When using PCC as per the [Manual:PCC | official manual] PCC policy applies routing marks to all packets originated by the local network. These routing marks override all other routing decisions the router would normally make, including routing decisions between directly connected networks.
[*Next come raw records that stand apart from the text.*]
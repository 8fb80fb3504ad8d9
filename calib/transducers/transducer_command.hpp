#pragma once
// `stallscope calib transducer SWEEP -o FILE [--degree N] [--id ID] [--date yyyy-mm-dd]
//  [--kind pressure_transducers|reference_pressure] [--max-residual-pa X] [--force]`.
#include <optional>

namespace stallscope::calib {

// nullopt unless argv[1..2] are "calib transducer"; otherwise parses the rest,
// runs run_transducer_fit and returns the exit code (InputError propagates to
// main: exit code 2).
std::optional<int> run_transducer_command(int argc, char** argv);

}  // namespace stallscope::calib
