#pragma once
// Fitting transducer calibrations from a pressure sweep.
//
// Sweep CSV (our own format): a header `applied_pa,<channel>,<channel>,...`
// then one row per step: the applied (reference) pressure in Pa and the mean
// volts each channel read at that step. Lines starting with '#' are comments.
//
// Each channel gets physical = c0 + c1 V + ... + c_d V^d by least squares
// (Eigen, column-pivoting QR on a centred and scaled Vandermonde matrix),
// with its rms and largest residual; a fit whose rms residual exceeds the
// limit is flagged poor (reported, and noted as a comment in the file).
#include <Eigen/Core>
#include <filesystem>
#include <iosfwd>
#include <string>
#include <vector>

#include "calib/transducers/calibration_file.hpp"

namespace stallscope::calib {

struct Sweep {
  std::vector<double> applied_pa;
  std::vector<std::string> channels;
  Eigen::MatrixXd volts;  // steps x channels
  std::string source;
};

// InputError naming the file and line for anything not in the format.
Sweep read_sweep(const std::filesystem::path& path);
Sweep parse_sweep(const std::string& text, const std::string& source);

struct ChannelFit {
  std::string channel;
  std::vector<double> coefficients;  // c0, c1, ...
  double rms_residual_pa = 0, max_residual_pa = 0;
  bool poor = false;
};

// Throws InputError (naming the sweep) when there are fewer steps than
// coefficients + 1, or a channel's volts do not change over the sweep.
std::vector<ChannelFit> fit_sweep(const Sweep& sweep, int degree, double max_rms_residual_pa);

struct TransducerFitRequest {
  std::filesystem::path sweep, output;
  int degree = 1;
  std::string id;    // empty: the sweep file's stem
  std::string date;  // empty: today (UTC), yyyy-mm-dd
  std::string kind = "pressure_transducers";  // or "reference_pressure"
  double max_residual_pa = 0;  // 0: 0.25 % of the applied range
  bool force = false;          // overwrite an existing file
};

// Fits, writes the calibration file (via a .partial and a rename) and prints
// a table of coefficients and residuals with poor fits flagged. Returns 0.
int run_transducer_fit(const TransducerFitRequest& request, std::ostream& out);

}  // namespace stallscope::calib
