#pragma once
// Wind-off zeros (tares): the mean reading of a channel in a wind-off window
// before the run and, optionally, in one after it. The zero in between is
// interpolated linearly in time between the window mid-times, so a slow drift
// of the transducer's offset is removed; outside them it is held constant.
#include <Eigen/Core>
#include <optional>

namespace stallscope::calib {

struct TimeWindow {
  double start_s = 0.0;
  double end_s = 0.0;
};

struct WindOffZero {
  double before = 0.0, after = 0.0;      // mean readings (physical units)
  double t_before = 0.0, t_after = 0.0;  // window mid-times
  bool has_after = false;

  double drift() const { return has_after ? after - before : 0.0; }
  double at(double t) const;
  Eigen::VectorXd at(const Eigen::VectorXd& t) const;
};

// Mean of x over samples with t in [start, end] of an increasing time base (as
// every DAQ record is checked to be); throws std::invalid_argument if the
// window holds no sample (callers turn that into an InputError on their key).
double window_mean(const Eigen::VectorXd& t, const Eigen::VectorXd& x, const TimeWindow& w);
// Number of samples in the window.
Eigen::Index window_samples(const Eigen::VectorXd& t, const TimeWindow& w);

WindOffZero wind_off_zero(const Eigen::VectorXd& t, const Eigen::VectorXd& x, const TimeWindow& before,
                          const std::optional<TimeWindow>& after);

}  // namespace stallscope::calib
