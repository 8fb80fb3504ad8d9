#include "calib/transducers/wind_off_zero.hpp"

#include <stdexcept>

namespace stallscope::calib {

double WindOffZero::at(double t) const {
  if (!has_after || t <= t_before) return before;
  if (t >= t_after) return after;
  return before + (after - before) * (t - t_before) / (t_after - t_before);
}

Eigen::VectorXd WindOffZero::at(const Eigen::VectorXd& t) const {
  Eigen::VectorXd z(t.size());
  for (Eigen::Index i = 0; i < t.size(); ++i) z[i] = at(t[i]);
  return z;
}

Eigen::Index window_samples(const Eigen::VectorXd& t, const TimeWindow& w) {
  return ((t.array() >= w.start_s) && (t.array() <= w.end_s)).count();
}

double window_mean(const Eigen::VectorXd& t, const Eigen::VectorXd& x, const TimeWindow& w) {
  double sum = 0.0;
  Eigen::Index n = 0;
  for (Eigen::Index i = 0; i < t.size(); ++i)
    if (t[i] >= w.start_s && t[i] <= w.end_s) sum += x[i], ++n;
  if (n == 0) throw std::invalid_argument("the window holds no sample");
  return sum / static_cast<double>(n);
}

WindOffZero wind_off_zero(const Eigen::VectorXd& t, const Eigen::VectorXd& x, const TimeWindow& before,
                          const std::optional<TimeWindow>& after) {
  WindOffZero z;
  z.before = window_mean(t, x, before);
  z.t_before = 0.5 * (before.start_s + before.end_s);
  if (after) {
    z.after = window_mean(t, x, *after);
    z.t_after = 0.5 * (after->start_s + after->end_s);
    z.has_after = true;
  }
  return z;
}

}  // namespace stallscope::calib
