#include "calib/transducers/wind_off_zero.hpp"

#include <algorithm>
#include <stdexcept>
#include <utility>

namespace stallscope::calib {

double WindOffZero::at(double t) const {
  if (!has_after || t <= t_before) return before;
  if (t >= t_after) return after;
  return before + (after - before) * (t - t_before) / (t_after - t_before);
}

Eigen::VectorXd WindOffZero::at(const Eigen::VectorXd& t) const {
  if (!has_after) return Eigen::VectorXd::Constant(t.size(), before);
  // The scalar at() for every sample, in Eigen's lanes.
  const Eigen::ArrayXd ramp = before + (after - before) * (t.array() - t_before) / (t_after - t_before);
  return (t.array() <= t_before).select(before, (t.array() >= t_after).select(after, ramp)).matrix();
}

namespace {

// The samples [first, last) of an increasing time base inside the window.
std::pair<Eigen::Index, Eigen::Index> window_span(const Eigen::VectorXd& t, const TimeWindow& w) {
  const double* begin = t.data();
  const double* end = begin + t.size();
  const double* first = std::lower_bound(begin, end, w.start_s);
  const double* last = std::upper_bound(first, end, w.end_s);
  return {first - begin, last - begin};
}

}  // namespace

Eigen::Index window_samples(const Eigen::VectorXd& t, const TimeWindow& w) {
  const auto [first, last] = window_span(t, w);
  return last - first;
}

double window_mean(const Eigen::VectorXd& t, const Eigen::VectorXd& x, const TimeWindow& w) {
  const auto [first, last] = window_span(t, w);
  if (last == first) throw std::invalid_argument("the window holds no sample");
  double sum = 0.0;  // in time order, as a plain loop adds them
  for (Eigen::Index i = first; i < last; ++i) sum += x[i];
  return sum / static_cast<double>(last - first);
}

WindOffZero wind_off_zero(const Eigen::VectorXd& t, const Eigen::VectorXd& x, const TimeWindow& before,
                          const std::optional<TimeWindow>& after) {
  WindOffZero z;
  z.before = window_mean(t, x, before);
  z.t_before = 0.5 * (before.start_s + before.end_s);
  if (after) {
    z.after = window_mean(t, x, *after);
    z.t_after = 0.5 * (after->start_s + after->end_s);
    z.has_after = true;
  }
  return z;
}

}  // namespace stallscope::calib
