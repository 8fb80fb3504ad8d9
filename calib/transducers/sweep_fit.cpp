#include "calib/transducers/sweep_fit.hpp"

#include <Eigen/QR>

#include <charconv>
#include <chrono>
#include <cmath>
#include <fmt/format.h>
#include <fstream>
#include <ostream>
#include <regex>
#include <set>
#include <sstream>

#include "pipeline/errors.hpp"

namespace stallscope::calib {

namespace fs = std::filesystem;

namespace {

std::vector<std::string> split(const std::string& line) {
  std::vector<std::string> out;
  std::stringstream in(line);
  std::string f;
  while (std::getline(in, f, ',')) {
    const auto b = f.find_first_not_of(" \t"), e = f.find_last_not_of(" \t\r");
    out.push_back(b == std::string::npos ? "" : f.substr(b, e - b + 1));
  }
  if (!line.empty() && line.back() == ',') out.emplace_back();
  return out;
}

std::string today_utc() {
  const auto now = std::chrono::floor<std::chrono::days>(std::chrono::system_clock::now());
  const std::chrono::year_month_day d{now};
  return fmt::format("{:04}-{:02}-{:02}", static_cast<int>(d.year()), static_cast<unsigned>(d.month()),
                     static_cast<unsigned>(d.day()));
}

}  // namespace

Sweep read_sweep(const fs::path& path) {
  std::ifstream in(path, std::ios::binary);
  if (!in) throw InputError(path.string(), "sweep file not found or not readable");
  std::ostringstream text;
  text << in.rdbuf();
  return parse_sweep(text.str(), path.string());
}

Sweep parse_sweep(const std::string& text, const std::string& source) {
  Sweep s;
  s.source = source;
  std::istringstream in(text);
  std::string line;
  int row = 0;
  std::vector<double> values;
  while (std::getline(in, line)) {
    ++row;
    if (!line.empty() && line.back() == '\r') line.pop_back();
    if (line.empty() || line.front() == '#') continue;
    const std::string where = source + ":" + std::to_string(row);
    auto f = split(line);
    if (s.channels.empty()) {
      if (f.empty() || f[0] != "applied_pa")
        throw InputError(where, "expected the header 'applied_pa,<channel>,...'");
      std::set<std::string> seen;
      for (std::size_t i = 1; i < f.size(); ++i) {
        if (f[i].empty()) throw InputError(where, "column " + std::to_string(i + 1) + " has no channel name");
        if (!seen.insert(f[i]).second) throw InputError(where, "channel '" + f[i] + "' appears twice");
        s.channels.push_back(f[i]);
      }
      if (s.channels.empty()) throw InputError(where, "the header names no channels after 'applied_pa'");
      continue;
    }
    if (f.size() != s.channels.size() + 1)
      throw InputError(where, fmt::format("expected {} fields, found {}", s.channels.size() + 1, f.size()));
    for (std::size_t i = 0; i < f.size(); ++i) {
      double v = 0;
      auto [p, ec] = std::from_chars(f[i].data(), f[i].data() + f[i].size(), v);
      if (ec != std::errc() || p != f[i].data() + f[i].size() || !std::isfinite(v))
        throw InputError(where, "column '" + (i == 0 ? std::string("applied_pa") : s.channels[i - 1]) +
                                    "': expected a finite number, found '" + f[i] + "'");
      (i == 0 ? s.applied_pa : values).push_back(v);
    }
  }
  if (s.channels.empty()) throw InputError(source, "expected the header 'applied_pa,<channel>,...' and rows");
  const auto steps = static_cast<Eigen::Index>(s.applied_pa.size()), nc = static_cast<Eigen::Index>(s.channels.size());
  s.volts.resize(steps, nc);
  for (Eigen::Index i = 0; i < steps; ++i)
    for (Eigen::Index c = 0; c < nc; ++c) s.volts(i, c) = values[static_cast<std::size_t>(i * nc + c)];
  return s;
}

std::vector<ChannelFit> fit_sweep(const Sweep& s, int degree, double max_rms) {
  const auto steps = static_cast<Eigen::Index>(s.applied_pa.size());
  if (degree < 1 || degree > 5) throw InputError(s.source, "polynomial degree must be 1 to 5");
  if (steps < degree + 2)
    throw InputError(s.source, fmt::format("{} steps cannot fit and check a degree-{} polynomial: give at least {}",
                                           steps, degree, degree + 2));
  const Eigen::Map<const Eigen::VectorXd> p(s.applied_pa.data(), steps);
  std::vector<ChannelFit> fits;
  for (Eigen::Index c = 0; c < s.volts.cols(); ++c) {
    const Eigen::VectorXd v = s.volts.col(c);
    const double mid = 0.5 * (v.maxCoeff() + v.minCoeff()), half = 0.5 * (v.maxCoeff() - v.minCoeff());
    if (!(half > 0))
      throw InputError(s.source, "channel '" + s.channels[static_cast<std::size_t>(c)] +
                                     "' reads the same volts at every step: no sensitivity to fit");
    // Fit in u = (V - mid)/half for conditioning, then expand back to powers of V.
    Eigen::MatrixXd a(steps, degree + 1);
    const Eigen::VectorXd u = (v.array() - mid) / half;
    for (int j = 0; j <= degree; ++j) a.col(j) = u.array().pow(j).matrix();
    const Eigen::VectorXd b = a.colPivHouseholderQr().solve(p);
    // sum_j b_j ((V - mid)/half)^j -> sum_k c_k V^k (binomial expansion).
    std::vector<double> coefficients(static_cast<std::size_t>(degree) + 1, 0.0);
    for (int j = 0; j <= degree; ++j)
      for (int k = 0; k <= j; ++k) {
        const double binomial = std::tgamma(j + 1) / (std::tgamma(k + 1) * std::tgamma(j - k + 1));
        coefficients[static_cast<std::size_t>(k)] += b[j] * binomial * std::pow(-mid, j - k) / std::pow(half, j);
      }
    const Eigen::VectorXd residual = a * b - p;
    ChannelFit f;
    f.channel = s.channels[static_cast<std::size_t>(c)];
    f.coefficients = coefficients;
    f.rms_residual_pa = std::sqrt(residual.squaredNorm() / static_cast<double>(steps));
    f.max_residual_pa = residual.cwiseAbs().maxCoeff();
    f.poor = f.rms_residual_pa > max_rms;
    fits.push_back(std::move(f));
  }
  return fits;
}

int run_transducer_fit(const TransducerFitRequest& r, std::ostream& out) {
  if (r.kind != "pressure_transducers" && r.kind != "reference_pressure")
    throw UsageError("--kind must be 'pressure_transducers' or 'reference_pressure'");
  std::error_code ec;
  if (fs::exists(r.output, ec) && !r.force)
    throw UsageError(r.output.string() + " exists; use --force to replace it");
  const std::string date = r.date.empty() ? today_utc() : r.date;
  if (!std::regex_match(date, std::regex(R"(\d{4}-\d{2}-\d{2})")))
    throw UsageError("--date must be yyyy-mm-dd, found '" + date + "'");
  const Sweep sweep = read_sweep(r.sweep);
  const auto [lo, hi] = std::minmax_element(sweep.applied_pa.begin(), sweep.applied_pa.end());
  const double limit = r.max_residual_pa > 0 ? r.max_residual_pa : 0.0025 * (*hi - *lo);
  const std::vector<ChannelFit> fits = fit_sweep(sweep, r.degree, limit);

  CalibrationFile file;
  file.id = r.id.empty() ? r.sweep.stem().string() : r.id;
  file.date = date;
  file.kind = r.kind == "pressure_transducers" ? CalibrationKind::kPressureTransducers : CalibrationKind::kReferencePressure;
  std::string notes;
  for (const auto& f : fits) {
    ChannelCalibration c;
    c.coefficients = f.coefficients;
    c.residual = f.rms_residual_pa;
    file.channels.emplace(f.channel, c);
    if (f.poor) notes += fmt::format("# poor fit: {} rms residual {:.4g} Pa > {:.4g} Pa\n", f.channel, f.rms_residual_pa, limit);
  }
  const std::string text = fmt::format("# fitted by stallscope calib transducer from {} ({} steps, degree {})\n{}{}",
                                       r.sweep.filename().string(), sweep.applied_pa.size(), r.degree, notes,
                                       format_calibration(file));
  parse_calibration(text, r.output);  // what we write must read back
  const fs::path partial = r.output.string() + ".partial";
  {
    std::ofstream o(partial, std::ios::binary);
    if (!o) throw InputError(r.output.string(), "cannot be written");
    o << text;
    if (!o) throw InputError(r.output.string(), "write failed");
  }
  fs::rename(partial, r.output);

  out << fmt::format("calibration '{}' ({}) from {} steps, degree {}: {}\n", file.id, date, sweep.applied_pa.size(),
                     r.degree, r.output.string());
  out << fmt::format("{:<12} {:>14} {:>14} {:>12} {:>12}  {}\n", "channel", "c0 Pa", "c1 Pa/V", "rms Pa", "max Pa", "fit");
  int poor = 0;
  for (const auto& f : fits) {
    out << fmt::format("{:<12} {:>14.6g} {:>14.6g} {:>12.4g} {:>12.4g}  {}\n", f.channel, f.coefficients[0],
                       f.coefficients[1], f.rms_residual_pa, f.max_residual_pa, f.poor ? "POOR" : "ok");
    poor += f.poor ? 1 : 0;
  }
  out << fmt::format("{} of {} channels fit within {:.4g} Pa rms{}\n", fits.size() - static_cast<std::size_t>(poor),
                     fits.size(), limit, poor ? "; check the POOR ones before use" : "");
  return 0;
}

}  // namespace stallscope::calib
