// The [piv] and [vortex] stages end to end on a small invented run: a
// clockwise leading-edge vortex that grows in place, detaches and convects
// past the trailing edge at a known speed, seen through a camera whose clock
// drifts against the DAQ's, with an empty frame and frames after the DAQ
// record ended.
#include <gtest/gtest.h>

#include <cmath>
#include <map>
#include <numbers>
#include <numeric>

#include "pipeline/config.hpp"
#include "pipeline/errors.hpp"
#include "pipeline/hdf5.hpp"
#include "pipeline/perturbation.hpp"
#include "pipeline/progress.hpp"
#include "pipeline/provenance.hpp"
#include "stages/piv/airfoil_frame.hpp"
#include "stages/piv/piv_stage.hpp"
#include "stages/piv/swirl.hpp"
#include "stages/piv/vortex_stage.hpp"
#include "tests/piv/piv_fields.hpp"
#include "tests/support/test_support.hpp"

namespace stallscope {
namespace {

constexpr double kChord = 0.2, kU = 10.0, kSpeed = 0.35;  // convection speed / U
constexpr double kOffset = 0.003, kDrift = 1e-5;           // camera clock against the DAQ's
constexpr int kFrames = 90, kGrowthFrames = 20, kEmptyFrame = 30;
constexpr double kDaqEnd = 0.085;

double daq_time(int n) { return kOffset + (1 + kDrift) * 0.001 * n; }
double alpha_at(double t) { return 8.0 + 20.0 * t; }
double x_over_c(int n) { return 0.2 + (n > kGrowthFrames ? kSpeed * kU * 0.001 * (n - kGrowthFrames) / kChord : 0.0); }
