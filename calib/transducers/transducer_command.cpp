#include "calib/transducers/transducer_command.hpp"

#include <CLI/CLI.hpp>

#include <cstdio>
#include <iostream>
#include <string>

#include "calib/transducers/sweep_fit.hpp"

namespace stallscope::calib {

std::optional<int> run_transducer_command(int argc, char** argv) {
  if (argc < 3 || std::string(argv[1]) != "calib" || std::string(argv[2]) != "transducer") return std::nullopt;
  CLI::App app{"fit pressure-transducer polynomials from a sweep CSV (applied_pa,<channel>,... one row per step)"};
  app.name("stallscope calib transducer");
  TransducerFitRequest r;
  app.add_option("sweep", r.sweep, "sweep CSV: applied_pa,<channel>,... one row per step (mean volts)")->required();
  app.add_option("-o,--output", r.output, "calibration file to write (TOML)")->required();
  app.add_option("--degree", r.degree, "polynomial degree")->capture_default_str()->check(CLI::Range(1, 5));
  app.add_option("--id", r.id, "calibration id (default: the sweep file's name)");
  app.add_option("--date", r.date, "calibration date yyyy-mm-dd (default: today, UTC)");
  app.add_option("--kind", r.kind, "pressure_transducers or reference_pressure")
      ->check(CLI::IsMember({"pressure_transducers", "reference_pressure"}))
      ->capture_default_str();
  app.add_option("--max-residual-pa", r.max_residual_pa,
                 "rms residual above which a channel's fit is flagged poor (default: 0.25 % of the applied range)");
  app.add_flag("--force", r.force, "replace an existing calibration file");
  try {
    app.parse(argc - 2, argv + 2);
  } catch (const CLI::CallForHelp& e) {
    return app.exit(e);
  } catch (const CLI::ParseError& e) {
    std::fprintf(stderr, "stallscope: error: %s (see stallscope calib transducer --help)\n", e.what());
    return 2;
  }
  return run_transducer_fit(r, std::cout);
}

}  // namespace stallscope::calib
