void read_nuisances(ConfigSection& noise, ConfigSection& scanner, ConfigSection& lines, ConfigSection& dead,
                    Scenario& s, bool clean) {
  auto off = [clean](double v) { return clean ? 0.0 : v; };
  s.white_v = noise.number("white_v", off(s.white_v));
  s.pink_v = noise.number("pink_v", off(s.pink_v));
  s.mains_v = noise.number("mains_v", off(s.mains_v));
  s.mains_hz = noise.number("mains_hz", s.mains_hz);
  s.q_fluctuation = noise.number("q_fluctuation", off(s.q_fluctuation));
  s.q_fluctuation_s = noise.number("q_fluctuation_s", s.q_fluctuation_s);
  s.zero_shift_pa = noise.number("zero_shift_pa", off(s.zero_shift_pa));
  s.zero_drift_pa = noise.number("zero_drift_pa", off(s.zero_drift_pa));
  s.gain_spread = noise.number("gain_spread", off(s.gain_spread));
  s.encoder_noise_deg = noise.number("encoder_noise_deg", off(s.encoder_noise_deg));
  s.temperature_rise_k = noise.number("temperature_rise_k", off(s.temperature_rise_k));
  s.temperature_coefficient_per_k = noise.number("temperature_coefficient_per_k", off(s.temperature_coefficient_per_k));
  noise.require(std::abs(s.temperature_coefficient_per_k) < 0.01, "temperature_coefficient_per_k",
                "expected a thermal sensitivity per kelvin, |tc| < 0.01");
  for (const char* k : {"white_v", "pink_v", "mains_v", "q_fluctuation", "zero_shift_pa", "zero_drift_pa",
                        "gain_spread", "encoder_noise_deg"})
    noise.require(noise.used()[k].value_or(0.0) >= 0.0, k, "expected a value >= 0");
  noise.require(s.mains_hz > 0, "mains_hz", "expected a frequency > 0");
  noise.require(s.q_fluctuation < 0.5, "q_fluctuation", "expected an rms fraction of q below 0.5");
  noise.require(s.q_fluctuation_s > 0, "q_fluctuation_s", "expected a correlation time > 0");
  noise.require(s.gain_spread < 0.3, "gain_spread", "expected an rms relative spread below 0.3");

  s.skew_sweep = scanner.number("skew_sweep", off(s.skew_sweep));
  scanner.require(s.skew_sweep >= 0 && s.skew_sweep < 1, "skew_sweep",
                  "expected the fraction of a sample period the scanner sweep takes, in [0, 1)");

  s.tube_length_error = lines.number("tube_length_error", off(s.tube_length_error));
  lines.require(s.tube_length_error > -0.5 && s.tube_length_error < 2, "tube_length_error",
                "expected a relative length error between -0.5 and 2");
  s.stepped_taps = lines.texts("stepped_taps", clean ? std::vector<std::string>{} : s.stepped_taps);
  s.stepped_diameter_m = lines.number("stepped_diameter_m", s.stepped_diameter_m);
  lines.require(s.stepped_diameter_m > 0 && s.stepped_diameter_m < 0.05, "stepped_diameter_m",
                "expected a tube diameter in metres, > 0");
  s.stepped_fraction = lines.number("stepped_fraction", s.stepped_fraction);
  lines.require(s.stepped_fraction > 0 && s.stepped_fraction < 1, "stepped_fraction",
                "expected the first segment's share of the length, between 0 and 1");
  s.measured_taps = lines.texts("measured_taps", clean ? std::vector<std::string>{} : s.measured_taps);
  s.measured_step_hz = lines.number("measured_step_hz", s.measured_step_hz);
  lines.require(s.measured_step_hz > 0, "measured_step_hz", "expected a frequency step in Hz, > 0");
  s.measured_gain_scatter = lines.number("measured_gain_scatter", off(s.measured_gain_scatter));
  lines.require(s.measured_gain_scatter >= 0 && s.measured_gain_scatter < 0.5, "measured_gain_scatter",
                "expected an rms relative gain error in [0, 0.5)");
  s.measured_phase_scatter_deg = lines.number("measured_phase_scatter_deg", off(s.measured_phase_scatter_deg));
  lines.require(s.measured_phase_scatter_deg >= 0 && s.measured_phase_scatter_deg < 30, "measured_phase_scatter_deg",
                "expected an rms phase error in degrees, in [0, 30)");

  s.dead_tap = dead.text("tap", clean ? std::string() : s.dead_tap);
  s.dead_tap_listed = dead.boolean("listed", s.dead_tap_listed);
}

bool is_tap_name(const std::string& name, int taps) {
  if (name.size() < 3 || name[0] != 'p') return false;
  int n = 0;
  for (std::size_t i = 1; i < name.size(); ++i) {
    if (name[i] < '0' || name[i] > '9') return false;
    n = n * 10 + (name[i] - '0');
  }
  return n >= 1 && n <= taps;
}

}  // namespace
This leads to devices on one local network being unable to reach devices on another directly connected network - something that would work out of the box without PCC. Without PCC the router would simply consult the routing table and send the packet out the appropriate port, with PCC the packet gets marked for distribution via one of the WAN links and gets sent out that way.

Solution

To restore connectivity between directly connected networks traffic between the networks must be exempted from PCC. A simple and extendable approach is to first create an address list that contains all local networks, including the WAN link networks, and to then accept all traffic between networks on the address list. The official PCC manual actually kind of does this: the first two rules in the [Manual:PCC#Policy_routing | policy routing section example] exempts traffic from the LAN to the directly connected WAN segments:

/ip firewall mangle
add chain=prerouting dst-address=10.111.0.0/24 \
   action=accept in-interface=LAN
add chain=prerouting dst-address=10.112.0.0/24 \
   action=accept in-interface=LAN

The same principle can be extended to enable multiple local networks to talk to one another. Building on the example from the manual - where the LAN addressing is 192.168.0.0/24 - let's assume there is also a DMZ addressed as 172.16.0.0/24.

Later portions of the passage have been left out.